Thursday, November 09, 2017

Conflict Resolution

Disclaimer: This is not my recommended five easy steps to resolve conflict! Not at all. It is a confession followed by what I’ve learned during the Liquid Church LoveComesToTown series…

I am bad at conflict resolution. I begin as a TURTLE. Before an argument gets heated up, I change the subject or I offer excuses (often very lame ones). I toss out the forgive-and-forget cards before their appropriate time, and so the conflict does not resolve, it only gets kicked down the road. If the conflict continues, I lapse into the MOCKING BIRD. I do not directly attack, but I make snide, sarcastic remarks. I complain to my friends. I‘m passive aggressive by attempting to manipulate others and trying to get my way through a workaround. I try to enlist other people with influence to assist me because after all I only want to “help” make the situation right. Finally, as the conflict escalates I become the SKUNK and stink up the place with my harsh words, demands, and idle threats. Yes, I am very bad at conflict resolution!

Jesus, in contrast, was excellent in conflict resolution, as Mark 3:1-6 (GNT) illustrates:

Then Jesus went back to the synagogue, where there was a man who had a paralyzed hand. Some people were there who wanted to accuse Jesus of doing wrong; so they watched him closely to see whether he would cure the man on the Sabbath. Jesus said to the man, “Come up here to the front.” Then he asked the people, “What does our Law allow us to do on the Sabbath? To help or to harm? To save someone's life or to destroy it?”

But they did not say a thing. Jesus was angry as he looked around at them, but at the same time he felt sorry for them, because they were so stubborn and wrong. Then he said to the man, “Stretch out your hand.” He stretched it out, and it became well again. So the Pharisees left the synagogue and met at once with some members of Herod's party, and they made plans to kill Jesus.

Jesus was not a TURTLE. He did not avoid this conflict. He initiated it. He knew there was an elephant in the room and refused to step around it. He was not merely concerned with healing the man with the paralyzed hand. He was concerned about the condition of the hearts of the Pharisees, those who wished to accuse Him. Jesus could have avoided the confrontation by healing the man the next day or in private. But He didn’t. He did not try to appease the Pharisees and others who were trying to accuse and destroy Him. He did not fear their reaction or retaliation, even though they were the ones with the political power. He brought them the truth and left the results and their reaction up to them.

Jesus was not a MOCKING BIRD. He did not sink to ridicule or sarcasm.

Jesus was not a SKUNK either. He did not rant or accuse them of wrong-doing. He did not command them to do anything. Although clearly angry, He demonstrated self-control. His remarks were simple and to the point. He asked a succinct question that demonstrated what was in their hearts. In the end, Jesus was the one who did good by healing the man’s hand. The Pharisees did evil by making plans to kill Jesus.

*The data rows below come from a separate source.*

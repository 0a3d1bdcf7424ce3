"""Event replay where every task runs on the worker that owns its tile.

What a worker does next is decided while it plays: each worker keeps its ready tasks in a heap, and a free thread
takes the first by rank.

The tie rule, which a second engine must share to agree to the nanosecond. At each moment all events of
that moment are booked, arrivals before finishes, then by task number, with those that booking adds.
Then free threads, lowest first, take ready tasks, lowest (rank, task number) first. A task that takes no
time finishes in the same moment, and the round repeats. A run begins with the threads' turn: free threads take
steps without inputs before anything is booked, also control nodes that have none.

An output crosses to another worker as soon as it is made: it is there ``alpha + bytes * beta`` later. With
contention, each worker's incoming link serves one message at a time, in the order of the producers'
finishes (the booking order), then of consumers; latency is not on the link, bandwidth is.
"""

from __future__ import annotations

import numpy as np

from breakstep.errors import ForecastError
from breakstep.forecast.graph import ALL_KINDS, Int8s, Int32s, Int64s, Number, ReplayGraph
from breakstep.forecast.model import MachineModel
from breakstep.forecast.results import Counts, Replay, replay_of
from breakstep.profile.compiling import compiled_loop


def replay_owner(
    graph: ReplayGraph, machine: MachineModel, owner: Int32s, rank: Int32s | None = None, kinds: int = ALL_KINDS
) -> Replay:
    """Play a graph with each task on its owner.

    Parameters
    ----------
    graph : ReplayGraph
    machine : MachineModel
    owner : ndarray of int32, shape (tasks,)
        Worker of each step, 0 <= owner < workers; ignored for control nodes.
    rank : ndarray of int32, shape (tasks,), optional
        Lower runs first; equal ranks run in program order. None: program order.
    kinds : int
        Set of edge kinds that bind; others are not there.

    Raises
    ------
    ForecastError
        A step's owner is no worker of the machine.
    """
    steps = graph.on_worker
    owner = checked_owner(graph, machine, owner)
    out = graph.outgoing
    keys = ready_keys(graph.tasks, rank)
    counts = Counts.none(machine.workers)
    bins = np.zeros(machine.workers + 1, dtype=np.int64)
    np.cumsum(np.bincount(owner[steps], minlength=machine.workers), out=bins[1:])
    times = np.zeros(graph.tasks, dtype=np.int64), np.zeros(graph.tasks, dtype=np.int64)
    slot = np.full(graph.tasks, -1, dtype=np.int32)
    order = np.empty(graph.tasks, dtype=np.int32)
    numbers = (machine.threads, machine.overhead_ns, machine.alpha_ns, machine.ps_per_byte, machine.tree_ns)
    done = _play(
        graph.duration_ns,
        graph.first,
        graph.edge_kind,
        (out.first, out.consumer, out.edge_bytes, out.edge_kind),
        owner,
        keys,
        bins,
        np.int64(kinds),
        numbers,
        machine.contention,
        times,
        slot,
        order,
        (counts.busy_ns, counts.started, counts.received_bytes, counts.messages),
    )
    return replay_of(graph, machine, times, slot, order[:done], counts)


def checked_owner(graph: ReplayGraph, machine: MachineModel, owner: Int32s) -> Int32s:
    """Owners as int32, -1 for control nodes.

    Raises
    ------
    ForecastError
        A step's owner is no worker of the machine.
    """
    owner = np.where(graph.on_worker, owner, -1).astype(np.int32)
    wrong = graph.on_worker & ((owner < 0) | (owner >= machine.workers))
    if np.any(wrong):
        task = int(np.argmax(wrong))
        raise ForecastError(
            f"Task {task} belongs to worker {owner[task]}; expected a worker from 0 to {machine.workers - 1}."
            " Place all tiles on workers of the machine."
        )
    return owner


def ready_keys(tasks: int, rank: Int32s | None) -> Int64s:
    """One number a task, smaller for what runs first: rank, then task number."""
    keys = np.arange(tasks, dtype=np.int64)
    return keys if rank is None else keys + (rank.astype(np.int64) << 32)


@compiled_loop
def _push(heap: Int64s, size: Number, time: Number, code: Number) -> Number:
    """Add an event to a heap of pairs (time, code); the new size."""
    at = size
    while at > 0:
        up = (at - 1) >> 1
        if heap[up, 0] < time or (heap[up, 0] == time and heap[up, 1] <= code):
            break
        heap[at, 0] = heap[up, 0]
        heap[at, 1] = heap[up, 1]
        at = up
    heap[at, 0] = time
    heap[at, 1] = code
    return size + 1


@compiled_loop
def _pop(heap: Int64s, size: Number) -> Number:
    """Take the first event away; the new size."""
    size -= 1
    time, code = heap[size, 0], heap[size, 1]
    at = 0
    while True:
        child = 2 * at + 1
        if child >= size:
            break
        right = child + 1
        if right < size and (
            heap[right, 0] < heap[child, 0] or (heap[right, 0] == heap[child, 0] and heap[right, 1] < heap[child, 1])
        ):
            child = right
        if time < heap[child, 0] or (time == heap[child, 0] and code <= heap[child, 1]):
            break
        heap[at, 0] = heap[child, 0]
        heap[at, 1] = heap[child, 1]
        at = child
    heap[at, 0] = time
    heap[at, 1] = code
    return size


@compiled_loop
def _push_key(keys: Int64s, base: Number, size: Number, key: Number) -> None:
    """Add a ready task to the heap of keys that begins at ``base``."""
    at = size
    while at > 0:
        up = (at - 1) >> 1
        if keys[base + up] <= key:
            break
        keys[base + at] = keys[base + up]
        at = up
    keys[base + at] = key


@compiled_loop
def _pop_key(keys: Int64s, base: Number, size: Number) -> Number:
    """Take the first key away from the heap at ``base`` that held ``size``; the key."""
    first = keys[base]
    size -= 1
    key = keys[base + size]
    at = 0
    while True:
        child = 2 * at + 1
        if child >= size:
            break
        if child + 1 < size and keys[base + child + 1] < keys[base + child]:
            child += 1
        if key <= keys[base + child]:
            break
        keys[base + at] = keys[base + child]
        at = child
    keys[base + at] = key
    return first


@compiled_loop
def _play(
    duration: Int64s,
    first: Int64s,
    in_kind: Int8s,
    out: tuple[Int64s, Int32s, Int32s, Int8s],
    owner: Int32s,
    keys: Int64s,
    bins: Int64s,
    kinds: Number,
    numbers: tuple[int, int, int, int, int],
    contention: bool,
    times: tuple[Int64s, Int64s],
    slot: Int32s,
    order: Int32s,
    counts: tuple[Int64s, Int64s, Int64s, Int64s],
) -> Number:
    """The event loop; how many tasks finished.

    An event's code is the task number, plus ``finishing`` for a finish. A task whose inputs are there when
    they are booked becomes ready without an event.
    """
    out_first, consumer, out_bytes, out_kind = out
    threads, overhead, alpha, beta, tree = numbers
    start, finish = times
    busy, started, received, messages = counts
    tasks, workers = len(duration), len(bins) - 1
    finishing = np.int64(1) << 32
    heap = np.empty((tasks + 1, 2), dtype=np.int64)
    size = 0
    ready = np.empty(bins[workers], dtype=np.int64)
    waiting_tasks = np.zeros(workers, dtype=np.int64)  # how many keys each worker's heap holds
    free = np.full(workers, threads, dtype=np.int64)
    taken = np.zeros(workers * threads, dtype=np.bool_)
    link = np.zeros(workers, dtype=np.int64)
    touched = np.empty(workers, dtype=np.int64)
    marked = np.zeros(workers, dtype=np.bool_)
    touches = 0
    # A row a task: the moment all inputs known so far are there; inputs missing * 2^32 + owner + 1.
    state = np.zeros((tasks, 2), dtype=np.int64)
    one = np.int64(1) << 32
    low = one - 1
    for task in range(tasks):
        missing = 0
        for edge in range(first[task], first[task + 1]):
            missing += (kinds >> in_kind[edge]) & 1
        state[task, 1] = missing * one + owner[task] + 1
        if missing > 0:
            continue
        worker = owner[task]
        if worker < 0:
            size = _push(heap, size, tree + duration[task], finishing + task)
        else:
            _push_key(ready, bins[worker], waiting_tasks[worker], keys[task])
            waiting_tasks[worker] += 1
            if not marked[worker]:
                marked[worker] = True
                touched[touches] = worker
                touches += 1
    now = np.int64(0)
    done = 0
    while True:
        for place in range(touches):
            worker = touched[place]
            marked[worker] = False
            while free[worker] > 0 and waiting_tasks[worker] > 0:
                task = _pop_key(ready, bins[worker], waiting_tasks[worker]) & low
                waiting_tasks[worker] -= 1
                free[worker] -= 1
                spot = worker * threads
                while taken[spot]:
                    spot += 1
                taken[spot] = True
                slot[task] = spot
                start[task] = now
                busy[worker] += duration[task]
                started[worker] += 1
                size = _push(heap, size, now + overhead + duration[task], finishing + task)
        touches = 0
        if size == 0:
            return done
        now = heap[0, 0]
        while size > 0 and heap[0, 0] == now:
            code = heap[0, 1]
            size = _pop(heap, size)
            task = code & low
            worker = owner[task]
            if code < finishing:
                _push_key(ready, bins[worker], waiting_tasks[worker], keys[task])
                waiting_tasks[worker] += 1
                if not marked[worker]:
                    marked[worker] = True
                    touched[touches] = worker
                    touches += 1
                continue
            finish[task] = now
            order[done] = task
            done += 1
            if worker >= 0:
                free[worker] += 1
                taken[slot[task]] = False
                if not marked[worker]:
                    marked[worker] = True
                    touched[touches] = worker
                    touches += 1
            for edge in range(out_first[task], out_first[task + 1]):
                if not (kinds >> out_kind[edge]) & 1:
                    continue
                other = consumer[edge]
                target = (state[other, 1] & low) - 1
                arrival = now
                if worker >= 0 and target >= 0 and target != worker:
                    arrival += alpha
                    if contention:
                        arrival = max(arrival, link[target]) + out_bytes[edge] * beta // 1000
                        link[target] = arrival
                    else:
                        arrival += out_bytes[edge] * beta // 1000
                    received[target] += out_bytes[edge]
                    messages[target] += 1
                if arrival > state[other, 0]:
                    state[other, 0] = arrival
                state[other, 1] -= one
                if state[other, 1] >= one:
                    continue
                arrival = state[other, 0]
                if target < 0:
                    start[other] = arrival
                    size = _push(heap, size, arrival + tree + duration[other], finishing + other)
                elif arrival > now:
                    size = _push(heap, size, arrival, np.int64(other))
                else:
                    _push_key(ready, bins[target], waiting_tasks[target], keys[other])
                    waiting_tasks[target] += 1
                    if not marked[target]:
                        marked[target] = True
                        touched[touches] = target
                        touches += 1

Jesus was angry here, but He did not sin. His motive was pure. He was grieved because of the hard hearts of the Pharisees because they were His people who represented God to the nation of Israel. They were more interested in following their rules than compassion. Jesus demonstrated His love for them because He used the opportunity to show them the truth even though it cost Him.

Jesus was more interested in truth than in the reactions of others. And yet, He was not about proving He was right as much as trying to get them to see the condition of their own hearts.

Paul tells the Ephesians (5:21) Submit to one another out of reverence for Christ. We think that means we need to be nice to everyone at all times, no matter how they are acting. I think we misread it. I think we need to be led by the Spirit to first to determine what is the loving thing to do or say dependent on the situation and people involved. Paul also told the Thessalonians (5:14) And we urge you, brothers and sisters, warn those who are idle and disruptive, encourage the disheartened, help the weak, be patient with everyone. Some people need to be warned, others encouraged and helped. Sometimes I need to humble myself and ask for forgiveness! How can I tell the difference? Certainly not by a list of rules.

In order to resolve conflict first I need to gently ask questions and patiently listen to others. Unlike Jesus, I cannot assume what is on anyone's mind unless they tell me.  I must examine my own motives. I need to rely on prayer and the power of the Holy Spirit to discern what God is leading me to do and the courage to do it. Although sometimes, as it did for Jesus, it does not turn out well, I need to follow the Spirit and trust the outcome to God.

Dear Jesus, please help me listen first and turn to You for the discernment and courage I need to resolve conflict in a way that honors You!